__Problem description__: Your answer must consist of exactly the lines below, starting with the line with "again under a" and going on through the line with "readonly lags: readonly number[];", and nothing else.

--------------------------------------------------

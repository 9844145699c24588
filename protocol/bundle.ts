/**
 * The document inside a sealed bundle: everything the filter needs, and how far it may be trusted.
 * Sequence number and key epoch stand in the envelope (seal.ts), so that an old document can be sealed again under a
 * higher number with the same digest.
 */
import type { Aggregate, Limits } from './site.ts';
import type { Tensor } from './tensor.ts';

/** One signal or input as the filter sees it. Signals come first, in the site file's order, then inputs. */
export interface BundleChannel {
  readonly name: string;
  readonly role: 'signal' | 'input';
  readonly unit: string;
  readonly aggregate: Aggregate;
  /** Readings are offset + k × step for integer k; the filter sees nothing finer. */
  readonly lattice: { readonly step: number; readonly offset: number };
  /** Widest values folded in, in `unit`; beyond them a reading is clipped. */
  readonly clip: readonly [number, number];
  /** Standardising: z = (y - mean) / scale. */
  readonly mean: number;
  readonly scale: number;
  readonly limits: Limits;
  /** Robust standard deviation of the one-step forecast error, standardised; > 0. */
  readonly residualScale: number;
}

/** The tensors of the linear kind; sizes: nc channels, ny signals, F features a channel, d order, r basis, H horizon. */
export interface LinearTensors {
  /** Exponential means, decay per tick, in (0, 1). */
  readonly decays: readonly number[];
  /** Damped resonators as [re, im] of the complex decay per tick, modulus < 1; each gives two features. */
  readonly resonators: readonly (readonly [number, number])[];
  /** Ring lags in ticks, ascending, each >= 1. */
  readonly lags: readonly number[];
  /** One more feature a channel, the mean less the value, between resonators and lags; absent: none. */
  readonly level?: true | undefined;
  /** (nc × F) i8, scales all 1: feature k of channel c times 2^exponent. F = decays + 2 × resonators + level + lags. */
  readonly featureExponents: Tensor;
  /** (d × nc·F) i8: state x = W φ. */
  readonly bottleneck: Tensor;
  /** (ny·r × d) i8, row i·r + k: coefficient k of signal i is V x. */
  readonly readout: Tensor;
  /** (ny·r × (1 + nu)·F) i8, row i·r + k: adds to it from signal i's own features, then the inputs'; absent: nothing. */
  readonly own?: Tensor | undefined;
  /** (H × r) i16: forecast z(t+h) = z(t) + Σ_k B[h-1, k] coefficient k. */
  readonly horizonBasis: Tensor;
}

/** Mean over the period by phase, where long gaps fade to. */
export interface SeasonalTable {
  /** Ticks in the period; 0: no period, the overall mean. Phase of tick n is n mod period. */
  readonly periodTicks: number;
  /** (ny × bins) i8 with row scales, standardised; bin = floor(phase × bins / period). One bin when the period is 0. */
  readonly table: Tensor;
}

/** The judge's numbers on held-out time, for the signals in order. */
export interface JudgeTable {
  /** Steps the rows stand for. */
  readonly horizons: readonly number[];
  readonly rivals: readonly string[];
  /** (ny × horizons) f32: mean squared error, standardised. */
  readonly mse: Tensor;
  /** (ny·rivals × horizons) f32, row i·rivals + j: skill 1 - mse/mse of rival j. */
  readonly skill: Tensor;
  /** (ny × horizons) f32: share of readings inside the bounds. */
  readonly coverage: Tensor;
  /** One plain sentence a signal. */
  readonly verdicts: readonly string[];
  readonly hasSkill: boolean;
  /** Why a person sealed it without skill; null otherwise. */
  readonly override: string | null;
}

/** Kinds of model; each has sections of its own. */
export const BUNDLE_KINDS = ['linear'] as const;

/** One of them. */
export type BundleKind = (typeof BUNDLE_KINDS)[number];

/** Said probabilities at which `bounds.crossing` stands; straight lines between. */
export const CROSSING_KNOTS = [0, 0.02, 0.05, 0.1, 0.2, 0.3, 0.4, 0.5, 0.6, 0.7, 0.8, 0.9, 0.95, 0.98, 1] as const;

/** A model, how far it may be trusted, and where it came from. */
export interface Bundle {
  readonly format: number;
  readonly arithmetic: number;
  readonly kind: BundleKind;
  readonly site: string;
  readonly equipmentClass: string;
  /** schemaHash of the site file: signals, order, units, tick. 32 bytes. */
  readonly schema: Uint8Array;
  /** Time of the last reading it learned from, ms since 1970, unless the maker said otherwise. */
  readonly madeAtMs: number;
  readonly tickMs: number;
  readonly horizon: number;
  readonly channels: readonly BundleChannel[];
  /** Absent in kinds without a feature bank. */
  readonly linear?: LinearTensors | undefined;
  readonly seasonal: SeasonalTable;
  readonly bounds: {
    readonly coverage: number;
    /** (ny × H) i16 with row scales, standardised half-widths. */
    readonly radius: Tensor;
    /** Step of the quantile tracker, as a share of the half-width. */
    readonly rate: number;
    /** The step for forecasts h ticks ahead is at most this over h + 5; absent in the first bundles, whose bounds are tracked otherwise. */
    readonly longRate?: number | undefined;
    /** How often a limit was crossed where CROSSING_KNOTS were said, rising; said probabilities are put right by it. Absent: as said. */
    readonly crossing?: readonly number[] | undefined;
    /** Share of the one-step error's spread that is new at every later step, when crossings are reckoned. Absent: 1. */
    readonly crossingFresh?: number | undefined;
  };
  /** Readings further than rejectSd × residualScale from their forecast are passed over, at most maxTicks in a row. */
  readonly guard: { readonly rejectSd: number; readonly maxTicks: number };
  readonly warmupTicks: number;
  /** Gates of trial and probation: largest accepted ratio of squared error to the serving bundle's, and ticks watched. */
  readonly gates: { readonly worseRatio: number; readonly trialTicks: number; readonly probationTicks: number };
  readonly provenance: {
    readonly historyDigest: Uint8Array;
    readonly surveyDigest: Uint8Array;
    readonly firstMs: number;
    readonly lastMs: number;
    readonly ticks: number;
    /** Digest of the bundle document it was refitted from; null for a first fit. */
    readonly previous: Uint8Array | null;
    readonly seed: number;
    /** JSON text of the options used. */
    readonly options: string;
    readonly versions: Readonly<Record<string, string>>;
  };
  readonly judge: JudgeTable;
  /**
   * Replayed before the bundle is trusted: `ticks` ticks of readings drawn from `seed` by the generator stated in
   * runtime/filter/probe.ts; `digest` is SHA-256 over all outputs as float64 little-endian; `last` the last path of signal 0.
   */
  readonly probe: {
    readonly seed: number;
    readonly ticks: number;
    readonly digest: Uint8Array;
    readonly last: readonly number[];
  };
}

--------------------------------------------------

__Final answer__:
 * Sequence number and key epoch stand in the envelope (seal.ts), so that an old document can be sealed again under a
 * higher number with the same digest.
 */
import type { Aggregate, Limits } from './site.ts';
import type { Tensor } from './tensor.ts';

/** One signal or input as the filter sees it. Signals come first, in the site file's order, then inputs. */
export interface BundleChannel {
  readonly name: string;
  readonly role: 'signal' | 'input';
  readonly unit: string;
  readonly aggregate: Aggregate;
  /** Readings are offset + k × step for integer k; the filter sees nothing finer. */
  readonly lattice: { readonly step: number; readonly offset: number };
  /** Widest values folded in, in `unit`; beyond them a reading is clipped. */
  readonly clip: readonly [number, number];
  /** Standardising: z = (y - mean) / scale. */
  readonly mean: number;
  readonly scale: number;
  readonly limits: Limits;
  /** Robust standard deviation of the one-step forecast error, standardised; > 0. */
  readonly residualScale: number;
}

/** The tensors of the linear kind; sizes: nc channels, ny signals, F features a channel, d order, r basis, H horizon. */
export interface LinearTensors {
  /** Exponential means, decay per tick, in (0, 1). */
  readonly decays: readonly number[];
  /** Damped resonators as [re, im] of the complex decay per tick, modulus < 1; each gives two features. */
  readonly resonators: readonly (readonly [number, number])[];
  /** Ring lags in ticks, ascending, each >= 1. */
  readonly lags: readonly number[];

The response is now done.